Biegowelove.pl

informacje o Polsce. Wybierz tematy, o których chcesz dowiedzieć się więcej

Powrót Polski do głównego nurtu jest dobrodziejstwem dla Unii Europejskiej

Powrót Polski do głównego nurtu jest dobrodziejstwem dla Unii Europejskiej

Otwórz bezpłatnie Editor’s Digest

Autor jest redaktorem naczelnym i felietonistą Le Monde

Donald Tusk wrócił wczoraj do Brukseli jako „dumny Polak”, „dumny Europejczyk” i prawdopodobnie kolejny polski premier po obaleniu skrajnie prawicowego rządu swojego kraju w wyborach 15 października. Być może pamiętał, kiedy wszedł do budynku Berlaymont, zawziętą bitwę, którą przegrał tam z Angelą Merkel i Jean-Claudem Junckerem osiem lat temu jako przewodniczący Rady Europejskiej.

Latem 2015 r. Niemcy stanęły w obliczu dużej liczby uchodźców z Syrii, a kanclerz Merkel chciała, aby jej europejscy partnerzy pomogli. Wspólnie z Junckerem, ówczesnym przewodniczącym Komisji Europejskiej, opracowała plan, w ramach którego każde państwo członkowskie przyjmie część uchodźców. Tusk błagał ją o przełożenie głosowania, ale bezskutecznie.

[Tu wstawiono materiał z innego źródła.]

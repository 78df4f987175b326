"""The result record of a steady profile and its assembly from solved water levels."""
from __future__ import annotations

from dataclasses import dataclass

import numpy as np

from geoflow.hydraulics.geometry import fast_properties, specific_force
from geoflow.hydraulics.step import CRITICAL, NO_CONVERGENCE


@dataclass(frozen=True, eq=False)
class Profile:
    """A steady water-surface profile; every array has one value per section, ordered upstream
    -> downstream (part arrays are (N, 3): left floodplain, channel, right floodplain). SI units.
    Froude number: mean velocity over sqrt(g A / T). ``specific_force``: beta Q^2/(gA) + A ybar."""

    wse: np.ndarray
    energy: np.ndarray
    critical_wse: np.ndarray
    velocity: np.ndarray
    froude: np.ndarray
    alpha: np.ndarray
    area: np.ndarray
    top_width: np.ndarray
    wetted_perimeter: np.ndarray
    conveyance: np.ndarray
    friction_slope: np.ndarray
    discharge: np.ndarray
    regime: np.ndarray
    flags: tuple
    part_discharge: np.ndarray
    part_area: np.ndarray
    part_velocity: np.ndarray
    energy_residual: np.ndarray
    specific_force: np.ndarray
    structures: tuple = ()      # links.StructureLevel of each structure on the reach (upstream order)


def section_props(tables, wse):
    """Properties of each section at its WSE for every event, ``wse`` (E, N): a dict of arrays
    (E, N) and, for the part arrays, (E, N, 3). One evaluation per section for all events."""
    ps = [fast_properties(t, wse[:, i]) for i, t in enumerate(tables)]
    names = ("area", "top_width", "wetted_perimeter", "conveyance", "alpha", "beta",
             "first_moment", "not_contained", "part_area", "part_conveyance")
    return {k: np.stack([getattr(p, k) for p in ps], axis=1) for k in names}


_FLAG_WORDS: dict = {}


def _flag_words(code: int) -> tuple:
    """Flag words of one section from its code (boundary + 2 status + 6 not_contained +
    12 jump + 24 several), built once per code."""
    words = _FLAG_WORDS.get(code)
    if words is None:
        boundary, status = code % 2, (code // 2) % 3
        f = ["boundary"] if boundary else []
        if status == NO_CONVERGENCE:
            f += ["no_convergence", "critical_fallback"]
        elif status == CRITICAL:
            f.append("critical_fallback")
        for bit, word in ((6, "not_contained"), (12, "jump_upstream"), (24, "several_critical_depths")):
            if (code // bit) % 2:
                f.append(word)
        words = _FLAG_WORDS[code] = tuple(f)
    return words


def _flag_codes(status, boundary, jump, several, not_contained):
    return (boundary.astype(np.int64) + 2 * status.astype(np.int64) + 6 * not_contained
            + 12 * jump + 24 * several)


def _fields(p, q, wc, wse, residual, status, g) -> dict:
    """Every Profile field but the flags, elementwise on arrays (E, N) (and (E, N, 3))."""
    a, k = p["area"], p["conveyance"]
    share = p["part_conveyance"] / k[..., None]
    part_q = share * q[..., None]
    with np.errstate(divide="ignore", invalid="ignore"):
        part_v = np.where(p["part_area"] > 0, part_q / p["part_area"], 0.0)
    velocity = q / a
    regime = np.where(status != 0, "critical",
                      np.where(np.abs(wse - wc) <= 1e-6, "critical",
                               np.where(wse > wc, "subcritical", "supercritical")))
    return dict(
        wse=wse.copy(), energy=wse + p["alpha"] * velocity ** 2 / (2.0 * g),
        critical_wse=wc.copy(), velocity=velocity,
        froude=velocity / np.sqrt(g * a / p["top_width"]), alpha=p["alpha"], area=a,
        top_width=p["top_width"], wetted_perimeter=p["wetted_perimeter"], conveyance=k,
        friction_slope=(q / k) ** 2, discharge=q.copy(), regime=regime.astype(str),
        part_discharge=part_q, part_area=p["part_area"], part_velocity=part_v,
        energy_residual=residual.copy(),
        specific_force=specific_force(_PropsView(p), q, g))


def assemble_events(p, q, wc, result, boundary, jump, several, g, marks=(), structures=None) -> tuple:
    """E Profiles from stacked properties ``p`` (``section_props``, arrays (E, N)), discharge,
    critical WSE, the solver's (wse, residual, status) and the flag arrays, all (E, N): the
    fields computed once for all events, then one Profile per event. ``marks``: more flag
    words, [(word, mask (E, N))], added after the solver's own; ``structures``: per event the
    tuple of ``links.StructureLevel`` (or None)."""
    wse, residual, status = result
    fields = _fields(p, q, wc, wse, residual, status, g)
    codes = _flag_codes(status, boundary, jump, several, p["not_contained"])
    flags = [[_flag_words(c) for c in codes[e].tolist()] for e in range(q.shape[0])]
    for word, mask in marks:
        for e, i in zip(*np.nonzero(mask)):
            flags[e][i] = flags[e][i] + (word,)
    return tuple(Profile(**{f: v[e] for f, v in fields.items()}, flags=tuple(flags[e]),
                         structures=() if structures is None else structures[e])
                 for e in range(q.shape[0]))


class _PropsView:
    """Minimal attribute view of stacked properties for ``specific_force``."""

    def __init__(self, p):
        self.beta, self.area, self.first_moment = p["beta"], p["area"], p["first_moment"]
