"""The level tables of all sections of a reach in flat arrays, for the compiled kernel.

``pack_reach(tables)`` concatenates, per section i (upstream -> downstream), the interval
starts and the coefficient planes of its ``lookup.LevelTable`` (the exact interval polynomials),
the cached flow terms at its table levels and a few scalars, with offsets per section. The
kernel reads them as

    start[s_off[i] + k]                            interval k of section i (k = 0 is the dry sentinel)
    coef[c_off[i] + (p * L1_i + k) * S_i + s]      plane p (A, T, t, N, v, P, p, M) of subdivision s
    level_flow[s_off[i] + k]                       area, conveyance, alpha, part conveyance (3) at start k
    sub_part[p_off[i] + s]                         part code of subdivision s

with L1_i = s_off[i+1] - s_off[i] and S_i = nsub[i]. Packing copies the tables once per reach,
table by table, re-pointing each table's ``lookup`` to views of the pack as it goes (the same
values, so the numpy path is unchanged, and memory is never doubled: each table's own
coefficients are freed as soon as they are copied) and later calls on the same list of
tables reuse the pack.
"""
from __future__ import annotations

from typing import NamedTuple

import numpy as np

from geoflow.hydraulics.lookup import LevelTable


class Reach(NamedTuple):
    """Flat level tables of N sections (module docstring)."""

    start: np.ndarray        # (sum L1,) interval starts
    s_off: np.ndarray        # (N+1,) offsets into start / level_flow
    coef: np.ndarray         # (sum 8 L1 S,) coefficient planes, plane-major per section
    c_off: np.ndarray        # (N+1,) offsets into coef
    nsub: np.ndarray         # (N,) subdivisions per section
    sub_part: np.ndarray     # (sum S,) part code of each subdivision
    p_off: np.ndarray        # (N+1,) offsets into sub_part
    level_flow: np.ndarray   # (sum L1, 6) flow terms at each interval start (row 0 unused)
    scalars: np.ndarray      # (N, 5) thalweg, top, width, left and right end elevations
                             # (columns kernel.THALWEG .. kernel.Z_RIGHT)


class _Pack:
    """A reach pack and the ids of the tables it was made from (in order)."""

    def __init__(self, reach: Reach, ids: tuple):
        self.reach, self.ids = reach, ids


def packable(tables) -> bool:
    """True when every section has level tables (sections with a depth law for n do not)."""
    return all(t.lookup is not None for t in tables)


def pack_reach(tables) -> Reach:
    """The ``Reach`` of ``tables`` (all with level tables), reused when already packed."""
    ids = tuple(id(t) for t in tables)
    pack = tables[0].__dict__.get("_reach_pack")
    if pack is not None and pack.ids == ids and all(
            t.__dict__.get("_reach_pack") is pack for t in tables):
        return pack.reach
    reach = _build(tables)
    pack = _Pack(reach, ids)
    for i, t in enumerate(tables):
        _repoint(t, reach, i)
        object.__setattr__(t, "_reach_pack", pack)
    return reach


def _offsets(sizes):
    return np.concatenate([[0], np.cumsum(sizes)]).astype(np.int64)


def _level_flow(table):
    area, conv, alpha, part_k = table.flow_at_levels
    rows = np.zeros((area.size + 1, 6))
    rows[1:, 0], rows[1:, 1], rows[1:, 2], rows[1:, 3:] = area, conv, alpha, part_k
    return rows


def _build(tables) -> Reach:
    lts = [t.lookup for t in tables]
    nsub = np.array([lt.coef.shape[2] for lt in lts], dtype=np.int64)
    scalars = np.array([[t.thalweg, t.top, t.station[-1] - t.station[0], t.elevation[0],
                         t.elevation[-1]] for t in tables], dtype=float)
    c_off = _offsets([lt.coef.size for lt in lts])
    coef = np.empty(int(c_off[-1]))
    for i, t in enumerate(tables):         # copy table by table, each table's own copy freed at once
        own = t.lookup
        coef[c_off[i]:c_off[i + 1]] = own.coef.ravel()
        object.__setattr__(t, "lookup", LevelTable(own.start, coef[c_off[i]:c_off[i + 1]].reshape(own.coef.shape),
                                                   own.to_part))
    del lts
    return Reach(
        start=np.concatenate([t.lookup.start for t in tables]),
        s_off=_offsets([t.lookup.start.size for t in tables]),
        coef=coef,
        c_off=c_off,
        nsub=nsub,
        sub_part=np.concatenate([t.subdivision_part for t in tables]).astype(np.int64),
        p_off=_offsets(nsub),
        level_flow=np.concatenate([_level_flow(t) for t in tables]),
        scalars=scalars)


def _repoint(table, reach: Reach, i: int):
    """Let ``table.lookup`` use views of the pack (equal values; frees the table's copies)."""
    lt = table.lookup
    start = reach.start[reach.s_off[i]:reach.s_off[i + 1]]
    coef = reach.coef[reach.c_off[i]:reach.c_off[i + 1]].reshape(lt.coef.shape)
    object.__setattr__(table, "lookup", LevelTable(start, coef, lt.to_part))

W rodzinnej Polsce jego centroprawicowej partii groziła utrata władzy w nadchodzących wyborach na rzecz antyeuropejskiej, antyimigranckiej Partii Prawa i Sprawiedliwości. Wiedział, że przyjęcie kwot uchodźców zapewni tej partii mocny argument przeciwko Brukseli i Liberalnym Demokratom. Ale Merkel miała swoje własne priorytety. Polski rząd zgodził się przyjąć 7 tys. uchodźców, ale został ukrzyżowany przez opozycję i przegrał wybory.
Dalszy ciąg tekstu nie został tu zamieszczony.